Law-enforcement agencies, in turn, are using the Net to help solve crimes. The FBI, for example, has begun putting requests for information about lawbreakers on its Mosaic home page, the electronic equivalent of a WANTED poster. Late last year the agency posted details of the so-called Unabomber case, a series of 14 unsolved bombing incidents in the U.S. dating back to 1978 -- and offered a $1 million reward.

Constitutional rights aside, the government often feels pressure to put a lid on activities that are seen as antisocial -- even when the laws don't directly address such conduct. In the LaMacchia case, civil libertarians were disturbed at what they saw as strong-arm tactics: an attempt to mold criminal law according to what the Justice Department wanted. Judge Stearns, in his decision to dismiss the case, suggested that it was up to Congress to amend the copyright laws if it wanted to encourage this sort of prosecution.

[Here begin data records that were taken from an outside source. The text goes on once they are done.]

// SPDX-License-Identifier: GPL-2.0-or-later
#include "model/harmonic_route.h"

#include <gtest/gtest.h>

#include <cmath>

#include "base/error.h"
#include "sphere/converged_analysis.h"
#include "sphere/fill.h"
#include "sphere/power_spectrum.h"
#include "sphere/rotation.h"
#include "support/route_oracle.h"
#include "support/sky_builder.h"
#include "support/threads.h"

namespace foreglow {
namespace {

using testing::channel_spec;
using testing::difference;
using testing::hard;
using testing::make_oracle;
using testing::make_test_sky;
using testing::Oracle;
using testing::relative_rms;
using testing::rms;
using testing::study_spec;
using testing::true_error;
using testing::whole_sky;

std::vector<Channel> channels_of(int count, int nside, double fwhm_deg = 0) {
    std::vector<ChannelSpec> specs;
    for (int i = 0; i < count; ++i) {
        const double ghz = 20 * std::pow(350.0 / 20, i / (count - 1.0));
        specs.push_back(channel_spec(std::to_string(i), ghz, i % 2 == 0 ? 0.2 * ghz : 0,
                                     fwhm_deg > 0 ? fwhm_deg : 4 + 8.0 * (i % 3)));
    }
    return make_channels(study_spec(nside, specs, true));
}

HarmonicOptions options_for(int nside, bool polarized, double accuracy = 1e-5,
                            Frame frame = Frame::Galactic) {
    HarmonicOptions options;
    options.polarized = polarized;
    options.lmax = 2 * nside;
    options.accuracy = accuracy;
    options.frame = frame;
    return options;
}

HarmonicRoute make_route(const SkyModel& sky, const std::vector<Channel>& channels,
                         const HarmonicOptions& options) {
    Progress progress;
    return {sky, channels, options, progress};
}

struct Case {
    int channels, nside;
    bool polarized;
    double accuracy;
    Frame frame;
    bool exact;  ///< the channels themselves are the basis
};

class HarmonicRouteCases : public ::testing::TestWithParam<Case> {};

// error_of must be an honest number: never much below the truth, and not so far above it that it means
// nothing.
TEST_P(HarmonicRouteCases, AgreesWithTheSlowWayAsWellAsItSays) {
    const Case& one = GetParam();
    SkyModel sky = make_test_sky(one.nside, one.polarized);
    if (one.polarized) sky.polarization->reference = Frequency::from_ghz(22.8);
    const auto channels = channels_of(one.channels, one.nside);
    const HarmonicOptions options = options_for(one.nside, one.polarized, one.accuracy, one.frame);
    const HarmonicRoute route = make_route(sky, channels, options);
    EXPECT_EQ(route.report().intensity_components < static_cast<std::size_t>(one.channels), !one.exact);
    EXPECT_TRUE(route.report().converged);
    for (std::size_t c = 0; c < channels.size(); c += one.exact ? 1 : 5) {
        SCOPED_TRACE(c);
        const ChannelMaps found = route.make_channel(c);
        EXPECT_EQ(found.q.empty(), !one.polarized);
        const double error = true_error(found, make_oracle(sky, channels[c], options), sky.grid);
        EXPECT_LE(route.error_of(c), one.accuracy);
        EXPECT_LE(error, 1.5 * route.error_of(c) + 1e-12);  // 1e-12: rounding of the transforms
        EXPECT_GE(error, route.error_of(c) / 100);
    }
}

INSTANTIATE_TEST_SUITE_P(HarmonicRoute, HarmonicRouteCases,
                         ::testing::Values(Case{3, 32, false, 1e-5, Frame::Galactic, true},
                                           Case{3, 16, true, 1e-4, Frame::Galactic, true},
                                           Case{3, 16, true, 1e-5, Frame::Icrs, true},
                                           Case{24, 32, false, 1e-3, Frame::Galactic, false},
                                           Case{24, 16, true, 1e-4, Frame::Galactic, false},
                                           Case{24, 16, true, 1e-5, Frame::Galactic, false},
                                           Case{24, 16, false, 1e-6, Frame::Ecliptic, false},
                                           Case{24, 16, false, 1e-7, Frame::Galactic, false}));

// Forty channels whose beams shrink as the wavelength does.
std::vector<Channel> diffraction_channels(int nside) {
    std::vector<ChannelSpec> specs;
    for (int i = 0; i < 40; ++i) {
        const double mhz = 100 * std::pow(2.0, i / 39.0);
        specs.push_back(channel_spec(std::to_string(i), 1e-3 * mhz, 1e-3, 12 * 100 / mhz));
    }
    return make_channels(study_spec(nside, specs, true));
}

TEST(HarmonicRoute, FewSkeletonsServeManyBeamsAsWellAsTheySay) {
    const SkyModel sky = make_test_sky(16, true);
    const auto channels = diffraction_channels(16);
    for (const double accuracy : {1e-3, 1e-5, 1e-7}) {
        SCOPED_TRACE(accuracy);
        const HarmonicOptions options = options_for(16, true, accuracy);
        const HarmonicRoute route = make_route(sky, channels, options);
        EXPECT_LT(route.report().intensity_skeletons, 30U);
        EXPECT_LT(route.report().polarized_skeletons, 30U);
        for (const std::size_t c : {0U, 7U, 20U, 33U, 39U}) {
            SCOPED_TRACE(c);
            const double error =
                true_error(route.make_channel(c), make_oracle(sky, channels[c], options), sky.grid);
            EXPECT_LE(route.error_of(c), accuracy);
            EXPECT_LE(error, 1.5 * route.error_of(c) + 1e-12);  // rounding of the transforms
            EXPECT_GE(error, route.error_of(c) / 100);
        }
    }
}

TEST(HarmonicRoute, StripsAndGroupsOfAnySizeGiveTheWholeMaps) {
    SkyModel sky = make_test_sky(16, true);
    auto map = testing::make_map(sky.grid, testing::test_brightness);
    for (std::size_t p = 1000; p < 1200; ++p)
        map->values[p] = undefined_pixel;
    sky.intensity = PixelField::of_map(map);
    const auto channels = diffraction_channels(16);
    const HarmonicRoute route = make_route(sky, channels, options_for(16, true, 1e-5, Frame::Icrs));
    const ChannelMaps whole = route.make_channel(21);
    for (const std::int64_t pixels : {100, 1000})
        for (const auto& [first, count] : {std::pair<std::size_t, std::size_t>{0, 40}, {21, 1}, {20, 5}}) {
            std::array<std::vector<double>, 3> maps;
            for (auto& one : maps)
                one.assign(3072, -1e300);
            for (const RingStrip& strip : cut_into_strips(sky.grid, pixels)) {
                const SkeletonStrip skeletons = route.make_strip(strip, first, count);
                for (const PixelRange& range : pixel_ranges(sky.grid, strip)) {
                    std::array<std::span<double>, 3> out;
                    for (std::size_t s = 0; s < 3; ++s)
                        out[s] = std::span(maps[s]).subspan(static_cast<std::size_t>(range.first_pixel),
                                                            static_cast<std::size_t>(range.count));
                    route.make_pixels(skeletons, 21, static_cast<std::size_t>(range.offset),
                                      static_cast<std::size_t>(range.offset + range.count), out);
                }
            }
            EXPECT_GT(testing::undefined_count(whole.i), 200);
            EXPECT_EQ(testing::undefined_count(maps[0]), testing::undefined_count(whole.i));
            EXPECT_EQ(testing::undefined_count(maps[1]), 0);
            EXPECT_LT(relative_rms(maps[0], whole.i), 1e-12);  // rounding, and weights of either sign
            EXPECT_LT(relative_rms(maps[1], whole.q), 1e-12);
            EXPECT_LT(relative_rms(maps[2], whole.u), 1e-12);
        }
    EXPECT_GE(route.group_size(), 1U);
    EXPECT_GE(route.strip_pixels(), 1);
}

TEST(HarmonicRoute, UndefinedPixelsStayUndefinedAndTheRestIsRight) {
    SkyModel sky = make_test_sky(32, true);
    auto map = testing::make_map(sky.grid, testing::test_brightness);
    auto stokes = *std::get<std::shared_ptr<const StokesMaps>>(sky.polarization->stokes.source);
    std::int64_t holes = 0;
    for (std::int64_t p = 0; p < sky.grid.npix(); ++p) {
        const Vector3 n = sky.grid.direction(p);
        if (n[2] < -0.9) map->values[static_cast<std::size_t>(p)] = undefined_pixel;
        if (n[0] > 0.95)
            stokes.q[static_cast<std::size_t>(p)] = stokes.u[static_cast<std::size_t>(p)] = undefined_pixel;
        holes += n[2] < -0.9 ? 1 : 0;
    }
    sky.intensity = PixelField::of_map(map);
    sky.polarization->stokes.source = std::make_shared<const StokesMaps>(stokes);
    for (const int count : {3, 24}) {
        const auto channels = channels_of(count, 32, 6);
        const HarmonicOptions options = options_for(32, true, 1e-4);
        const HarmonicRoute route = make_route(sky, channels, options);
        const ChannelMaps found = route.make_channel(1);
        const Oracle oracle = make_oracle(sky, channels[1], options);
        for (std::int64_t p = 0; p < sky.grid.npix(); ++p) {
            const Vector3 n = sky.grid.direction(p);
            const auto i = static_cast<std::size_t>(p);
            if (n[2] < -0.9) {
                EXPECT_FALSE(is_defined(found.i[i]));
            }
            if (n[0] > 0.95) {
                EXPECT_FALSE(is_defined(found.q[i]) || is_defined(found.u[i]));
            }
            // 3 sigma of the beam (0.045 rad each) and a pixel further out at most 0.2 % of the weight is
            // filled.
            if (std::acos(-n[2]) > std::acos(0.9) + 0.17) {
                EXPECT_TRUE(is_defined(found.i[i]));
            }
            if (std::acos(n[0]) > std::acos(0.95) + 0.17) {
                EXPECT_TRUE(is_defined(found.q[i]) && is_defined(found.u[i]));
            }
        }
        EXPECT_GT(testing::undefined_count(found.i), holes + 32);
        // The fill is not linear in the maps: components and channels are filled alike only nearly; a beam
        // away nothing of it is left.
        EXPECT_LE(relative_rms(found.i, oracle.maps.i), 1e-4);
        EXPECT_LE(relative_rms(found.q, oracle.maps.q), 1e-4);
        EXPECT_LE(relative_rms(found.u, oracle.maps.u), 1e-4);
    }
}

TEST(HarmonicRoute, NeverDependsOnTheThreads) {
    const SkyModel sky = make_test_sky(16, true);
    const auto channels = channels_of(14, 16);
    ChannelMaps before;
    double error = 0;
    for (const int threads : {1, 2, 3}) {
        const testing::Threads set(threads);
        const HarmonicRoute route = make_route(sky, channels, options_for(16, true, 1e-5, Frame::Icrs));
        ChannelMaps maps = route.make_channel(7);
        if (threads > 1) {
            EXPECT_TRUE(testing::same_bits(maps.i, before.i));
            EXPECT_TRUE(testing::same_bits(maps.q, before.q));
            EXPECT_TRUE(testing::same_bits(maps.u, before.u));
            EXPECT_EQ(route.error_of(7), error);
        }
        before = std::move(maps);
        error = route.error_of(7);
    }
}

TEST(HarmonicRoute, TurningTheFrameKeepsThePowerOfQAndU) {
    const SkyModel sky = make_test_sky(16, true);
    const auto channels = channels_of(3, 16, 15);
    const auto power = [&](Frame frame) {
        const ChannelMaps maps =
            make_route(sky, channels, options_for(16, true, 1e-6, frame)).make_channel(0);
        return std::pair(std::hypot(rms(maps.q), rms(maps.u)), rms(maps.i));
    };
    const auto [galactic, galactic_i] = power(Frame::Galactic);
    for (const Frame frame : {Frame::Icrs, Frame::Ecliptic}) {
        const auto [turned, turned_i] = power(frame);
        EXPECT_NEAR(turned / galactic, 1,
                    1e-3);  // pixel sums of squares of fields with l up to 20 at nside 16
        EXPECT_NEAR(turned_i / galactic_i, 1, 1e-3);
    }
}

TEST(HarmonicRoute, WithoutABeamASmoothSkyComesBackPixelForPixel) {
    // The sky is limited to l <= 8, but its spectrum varies, so that channels are not: e^x-like tails fall
    // below 1e-9 by l = 32.
    SkyModel sky = make_test_sky(16, false);
    sky.intensity = PixelField::of_map(
        testing::make_map(sky.grid, [](const Vector3& n) { return 5 + n[0] * n[1] + n[2]; }));
    sky.index =
        PixelField::of_map(testing::make_map(sky.grid, [](const Vector3& n) { return -2.8 + 0.05 * n[1]; }));
    auto channels = channels_of(3, 16);
    for (Channel& channel : channels)
        channel.beam.reset();
    const HarmonicRoute route = make_route(sky, channels, options_for(16, false, 1e-6));
    const SkyStrip strip = make_sky_strip(sky, whole_sky(sky.grid), false);
    const ChannelMaps maps = route.make_channel(1);
    for (std::size_t p = 0; p < maps.i.size(); ++p)
        EXPECT_NEAR(maps.i[p] / (strip.intensity[p] * exact_band_value(channels[1].band, sky.reference,
                                                                       strip.index[p], strip.curvature[p])),
                    1, 1e-6);
}

TEST(HarmonicRoute, MultipliesByThePixelWindowWhenAsked) {
    const SkyModel sky = make_test_sky(16, true);
    const auto channels = channels_of(3, 16, 10);
    HarmonicOptions options = options_for(16, true);
    options.pixel_window = make_gaussian_beam(Angle::from_degrees(8), 32);
    const ChannelMaps found = make_route(sky, channels, options).make_channel(2);
    const Oracle oracle = make_oracle(sky, channels[2], options);
    EXPECT_LE(relative_rms(found.i, oracle.maps.i), 1e-5);
    EXPECT_LE(relative_rms(found.q, oracle.maps.q), 1e-5);
    options.pixel_window.reset();
    EXPECT_GT(relative_rms(found.i, make_oracle(sky, channels[2], options).maps.i), 1e-3);
}

TEST(HarmonicRoute, NeedsADefinedPixel) {
    SkyModel sky = make_test_sky(8, false);
    sky.intensity =
        PixelField::of_map(testing::make_map(sky.grid, [](const Vector3&) { return undefined_pixel; }));
    EXPECT_THROW((void)make_route(sky, channels_of(3, 8), options_for(8, false)), DataError);
}

TEST(HarmonicReport, KeepsTheWorst) {
    HarmonicReport report;
    report.add({3, 2, 1e-6, 1e-5, true});
    report.add({1, 1, 1e-5, 1e-6, false});
    EXPECT_EQ(report.iterations, 3);
    EXPECT_EQ(report.refined, 3U);
    EXPECT_EQ(report.transform_error, 1e-5);
    EXPECT_EQ(report.worst_cl_ratio, 1e-5);
    EXPECT_FALSE(report.converged);
}

}  // namespace
}  // namespace foreglow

At the same time, the judge warned that interpreting the criminal law too broadly ``would serve to criminalize the conduct of not only persons like LaMacchia, but also the myriad of home computer users who succumb to the temptation to copy even a single software program for private use.'' That, he said, was not something ``that even the software industry would consider desirable.''

Stearns' opinion outlines the balance of concerns that must guide any attempt to pursue law and order in cyberspace. This new jurisprudential battleground is littered with double-edged swords. While it is clearly important that the laws of this new realm be explicit and enforceable, it is even more vital that the legal system have enough perspective and flexibility to deal with a world that is changing at fiber-optic speeds.